**Stored data**
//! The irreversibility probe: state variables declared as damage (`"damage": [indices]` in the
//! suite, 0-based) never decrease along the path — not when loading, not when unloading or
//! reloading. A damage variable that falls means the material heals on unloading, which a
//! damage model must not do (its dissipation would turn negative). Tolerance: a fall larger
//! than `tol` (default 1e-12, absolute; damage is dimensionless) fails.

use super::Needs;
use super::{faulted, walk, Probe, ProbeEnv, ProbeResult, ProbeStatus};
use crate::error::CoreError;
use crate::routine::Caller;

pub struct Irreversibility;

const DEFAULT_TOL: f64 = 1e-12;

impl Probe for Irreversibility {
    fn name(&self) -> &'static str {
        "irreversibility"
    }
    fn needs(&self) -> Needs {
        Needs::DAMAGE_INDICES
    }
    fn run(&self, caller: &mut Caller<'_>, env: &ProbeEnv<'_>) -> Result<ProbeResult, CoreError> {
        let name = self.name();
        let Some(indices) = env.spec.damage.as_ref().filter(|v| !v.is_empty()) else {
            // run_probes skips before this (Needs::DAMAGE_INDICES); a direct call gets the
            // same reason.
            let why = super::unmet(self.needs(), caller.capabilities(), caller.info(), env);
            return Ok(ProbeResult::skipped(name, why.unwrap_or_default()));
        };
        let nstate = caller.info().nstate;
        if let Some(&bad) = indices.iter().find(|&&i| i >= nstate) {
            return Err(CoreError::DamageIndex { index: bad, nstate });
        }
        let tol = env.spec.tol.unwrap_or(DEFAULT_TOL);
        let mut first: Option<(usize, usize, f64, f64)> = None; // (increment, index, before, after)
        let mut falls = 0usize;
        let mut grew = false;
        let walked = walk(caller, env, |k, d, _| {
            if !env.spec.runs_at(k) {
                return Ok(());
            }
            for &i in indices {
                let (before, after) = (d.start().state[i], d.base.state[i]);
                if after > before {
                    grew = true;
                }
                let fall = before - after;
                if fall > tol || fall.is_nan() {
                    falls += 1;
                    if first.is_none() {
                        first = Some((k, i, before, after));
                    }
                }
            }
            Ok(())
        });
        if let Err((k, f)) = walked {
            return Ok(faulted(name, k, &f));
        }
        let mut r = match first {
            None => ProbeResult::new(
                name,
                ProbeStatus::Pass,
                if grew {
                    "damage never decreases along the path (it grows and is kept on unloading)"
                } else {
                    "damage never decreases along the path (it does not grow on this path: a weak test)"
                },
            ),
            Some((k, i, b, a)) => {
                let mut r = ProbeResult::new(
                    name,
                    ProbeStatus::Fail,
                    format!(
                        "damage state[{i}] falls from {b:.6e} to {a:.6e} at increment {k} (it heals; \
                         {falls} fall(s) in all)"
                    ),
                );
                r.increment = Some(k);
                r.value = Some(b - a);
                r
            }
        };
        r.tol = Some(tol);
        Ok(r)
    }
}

**EXERCISE GOAL**
The entries shown above must be restated word for word.

**OUTPUT**
//! The irreversibility probe: state variables declared as damage (`"damage": [indices]` in the
//! suite, 0-based) never decrease along the path — not when loading, not when unloading or
//! reloading. A damage variable that falls means the material heals on unloading, which a
//! damage model must not do (its dissipation would turn negative). Tolerance: a fall larger
//! than `tol` (default 1e-12, absolute; damage is dimensionless) fails.

use super::Needs;
use super::{faulted, walk, Probe, ProbeEnv, ProbeResult, ProbeStatus};
use crate::error::CoreError;
use crate::routine::Caller;

pub struct Irreversibility;

const DEFAULT_TOL: f64 = 1e-12;

impl Probe for Irreversibility {
    fn name(&self) -> &'static str {
        "irreversibility"
    }
    fn needs(&self) -> Needs {
        Needs::DAMAGE_INDICES
    }
    fn run(&self, caller: &mut Caller<'_>, env: &ProbeEnv<'_>) -> Result<ProbeResult, CoreError> {
        let name = self.name();
        let Some(indices) = env.spec.damage.as_ref().filter(|v| !v.is_empty()) else {
            // run_probes skips before this (Needs::DAMAGE_INDICES); a direct call gets the
            // same reason.
            let why = super::unmet(self.needs(), caller.capabilities(), caller.info(), env);
            return Ok(ProbeResult::skipped(name, why.unwrap_or_default()));
        };
        let nstate = caller.info().nstate;
        if let Some(&bad) = indices.iter().find(|&&i| i >= nstate) {
            return Err(CoreError::DamageIndex { index: bad, nstate });
        }
        let tol = env.spec.tol.unwrap_or(DEFAULT_TOL);
        let mut first: Option<(usize, usize, f64, f64)> = None; // (increment, index, before, after)
        let mut falls = 0usize;
        let mut grew = false;
        let walked = walk(caller, env, |k, d, _| {
            if !env.spec.runs_at(k) {
                return Ok(());
            }
            for &i in indices {
                let (before, after) = (d.start().state[i], d.base.state[i]);
                if after > before {
                    grew = true;
                }
                let fall = before - after;
                if fall > tol || fall.is_nan() {
                    falls += 1;
                    if first.is_none() {
                        first = Some((k, i, before, after));
                    }
                }
            }
            Ok(())
        });
        if let Err((k, f)) = walked {
            return Ok(faulted(name, k, &f));
        }
        let mut r = match first {
            None => ProbeResult::new(
                name,
                ProbeStatus::Pass,
                if grew {
                    "damage never decreases along the path (it grows and is kept on unloading)"
                } else {
                    "damage never decreases along the path (it does not grow on this path: a weak test)"
                },
            ),
            Some((k, i, b, a)) => {
                let mut r = ProbeResult::new(
                    name,
                    ProbeStatus::Fail,
                    format!(
                        "damage state[{i}] falls from {b:.6e} to {a:.6e} at increment {k} (it heals; \
                         {falls} fall(s) in all)"
                    ),
                );
                r.increment = Some(k);
                r.value = Some(b - a);
                r
            }
        };
        r.tol = Some(tol);
        Ok(r)
    }
}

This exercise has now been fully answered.